Light

It's been a difficult past few days as we lost another long-time friend to illness last week. She was the wife of the kind soul I wrote about last summer, and like Mike's death, the news came as a shock. I had last seen her in October while visiting the US and while we talked some of her own health and well-being our conversation centered mostly around Mike. She was struggling, of course, and confessed then to drowning in the uncertainty of how to go on without him. Which I understand completely. Once, many years ago, one of our children asked me would I want to go on living if their mother died before I did. My answer pre-supposed a situation much like Pat's. I wouldn't know how to. And so what I said was: I wouldn't want to, but I would for you kids. 

Death is, as they say, our unsuccessful attempt to live forever, but then die trying.

It's not a topic we like to think about much less discuss with loved ones. But thinking about it and talking about it are musts if we have any hope of living the kind of meaningful lives we can look back on with satisfaction and then do as Thoreau suggested and collect our hats on our way out the door.

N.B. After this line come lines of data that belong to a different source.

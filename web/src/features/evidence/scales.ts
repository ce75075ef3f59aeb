import type { Samples } from "@restband/solver";
import { indexAt } from "../../compute/instant.ts";
import type { Measure } from "../../format/unit.ts";
import { unitFor } from "../../format/units.ts";
import { padded, type PanelKey, type PanelScale } from "./frame.ts";
import type { RunView } from "./run-view.ts";

interface Range {
  from: number;
  to: number;
}

/** The panels' ranges and units for a part of a run. */
export function scalesOf(view: RunView, range: Range): PanelScale[] {
  const { samples, scenario } = view;
  const measure = (dimension: Measure["dimension"]): Measure => ({ dimension, motion: scenario.motion });
  return [
    scale("displacement", [...extremesOf(samples, "x", range), ...bandEdges(view, range)], measure("displacement")),
    scale("velocity", [0, ...extremesOf(samples, "v", range), ...driveSpeed(view)], measure("velocity")),
    scale("friction", [0, ...frictionExtremes(view, range)], measure("force")),
  ];
}

function scale(key: PanelKey, values: number[], measure: Measure): PanelScale {
  const [low, high] = [Math.min(...values), Math.max(...values)];
  const unit = unitFor(Math.max(Math.abs(low), Math.abs(high)), measure);
  return { key, ...padded(low, high, unit.factor), unit };
}

function extremesOf(samples: Samples, channel: "x" | "v" | "f", { from, to }: Range): [number, number] {
  const values = samples[channel];
  let low = Infinity;
  let high = -Infinity;
  for (let i = indexAt(samples.t, from); i <= indexAt(samples.t, to); i++) {
    low = Math.min(low, values[i]);
    high = Math.max(high, values[i]);
  }
  return [low, high];
}

function bandEdges(view: RunView, range: Range): number[] {
  const { equilibrium, restBand } = view.inputs;
  const times = view.inputs.times(range.from, range.to);
  if (restBand === null || times === null) return [];
  return times.flatMap((t) => {
    const centre = equilibrium(t);
    return centre === null ? [] : [centre - restBand, centre + restBand];
  });
}

/** The speed of a steady feed or belt: drawn beside the body's own. */
export function driveSpeed({ scenario }: RunView): number[] {
  const feed = scenario.base.find((term) => term.kind === "ramp");
  if (feed?.kind === "ramp") return [feed.rate];
  const { counterface } = scenario.contact;
  return typeof counterface === "object" ? [counterface.velocity] : [];
}

/** What friction can hold belongs to the picture where the friction comes near it. */
function frictionExtremes({ samples, inputs }: RunView, range: Range): number[] {
  const [low, high] = extremesOf(samples, "f", range);
  const hold = inputs.hold(range.from);
  const isNear = hold <= 3 * Math.max(Math.abs(low), Math.abs(high));
  return [low, high, ...(isNear && low < 0 ? [-hold] : []), ...(isNear && high > 0 ? [hold] : [])];
}
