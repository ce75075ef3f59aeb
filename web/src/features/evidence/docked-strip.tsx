import type { PointerEvent } from "react";
import { Button } from "../../components/button.tsx";
import { classNames } from "../../components/class-names.ts";
import { Figure } from "../../components/figure.tsx";
import { Icon } from "../../components/icon.tsx";
import { MotionStrip } from "../../components/motion-strip.tsx";
import { readQuantity } from "../../format/format-quantity.ts";
import { stripWords } from "./plot-words.ts";
import { isWhole, type Range } from "./part-of-run.ts";
import { phaseWords } from "./readings.ts";
import type { RunView } from "./run-view.ts";
import "./docked-strip.css";

interface DockedStripProps {
  view: RunView;
  /** What the plots show of the run. */
  range: Range;
  t: number;
  onMove: (t: number) => void;
  onStep: (direction: 1 | -1) => void;
}

/** On the phone the strip stands at the bottom of the screen and is the cursor: one button to each event, a finger in between. */
export function DockedStrip({ view, range, t, onMove, onStep }: DockedStripProps) {
  const { phase } = phaseWords(view, t);
  const share = (time: number): string => `${(time / view.end) * 100}%`;
  const move = ({ clientX, currentTarget }: PointerEvent<HTMLElement>): void => {
    const box = currentTarget.getBoundingClientRect();
    onMove(Math.min(1, Math.max(0, (clientX - box.left) / box.width)) * view.end);
  };
  return (
    <div className="docked-strip fixed inset-x-0 bottom-0 z-20 border-t border-edge bg-paper px-4 pt-2 pb-[max(8px,env(safe-area-inset-bottom))] print:hidden">
      <p className="mb-1 flex justify-between text-13">
        <span className={classNames("font-bold", phase === "stuck" ? "text-stick" : "text-slip")}>{phase}</span>
        <Figure {...readQuantity(t, { dimension: "time", motion: "linear" }, { digits: 4 })} />
      </p>
      <div className="flex items-center gap-3">
        <Button className="size-11 shrink-0 px-0!" aria-label="Event before" onClick={() => onStep(-1)}>
          <Icon name="previous" />
        </Button>
        <div
          className="relative min-w-0 grow touch-none py-3"
          onPointerDown={(event) => {
            event.currentTarget.setPointerCapture(event.pointerId);
            move(event);
          }}
          onPointerMove={(event) => event.buttons > 0 && move(event)}
        >
          <MotionStrip
            intervals={view.intervals}
            from={0}
            to={view.end}
            label={stripWords(view.intervals)}
            isNever={view.result.outcome === "never-moved"}
          />
          {!isWhole(range, view.end) && (
            <span
              className="pointer-events-none absolute inset-y-1.5 border-x-2 border-y border-quiet"
              style={{ left: share(range.from), width: share(range.to - range.from) }}
            />
          )}
          <span
            className="pointer-events-none absolute inset-y-1 w-[2px] -translate-x-1/2 bg-ink"
            style={{ left: share(t) }}
          />
        </div>
        <Button className="size-11 shrink-0 px-0!" aria-label="Next event" onClick={() => onStep(1)}>
          <Icon name="next" />
        </Button>
      </div>
    </div>
  );
}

"Live your life, do your work, then take your hat."—Henry David Thoreau

The question, of course, is not how long until that happens, but how deeply we live until it does (which is also not quite what your child may want to hear when they ask about death, the response to which I may have flubbed, but it’s not nearly as bad as when I was asked, What is an orgasm?).

I digress. But also I may be on to something.  

When I heard of Pat’s death, it was in the same way I had learned of Mike's, with a family member texting me through their own phone in response to a text I had sent them. In Pat’s case, the text simply read: She’s in hospice. 

She’s in hospice? Though I may have, down deep inside, both known and not known what was meant by that—her grief was that palpable when I’d last seen her—I was still taken aback by the cryptic and yet not-so-cryptic message. Eventually, I got to the bottom of it. That Pat was indeed in hospice when the text had been sent by her granddaughter and then she had died by the time I’d learned the whole story. A couple of hours. 

It was a span of time much like the one I’d experienced years earlier with the death of my own father. When I knew the gravity of the situation, but then having the moment of death pass without me knowing it happened. When you believe someone is clinging to life but in actuality they’re not.

It’s a very strange feeling. Knowing that you were somehow duped into believing it. Duped here is of course the wrong word, but it does match the intensity of feelings in that moment.

How could whoever had left me that message, She’s in hospice, leave it at that and then put the phone down and walk away?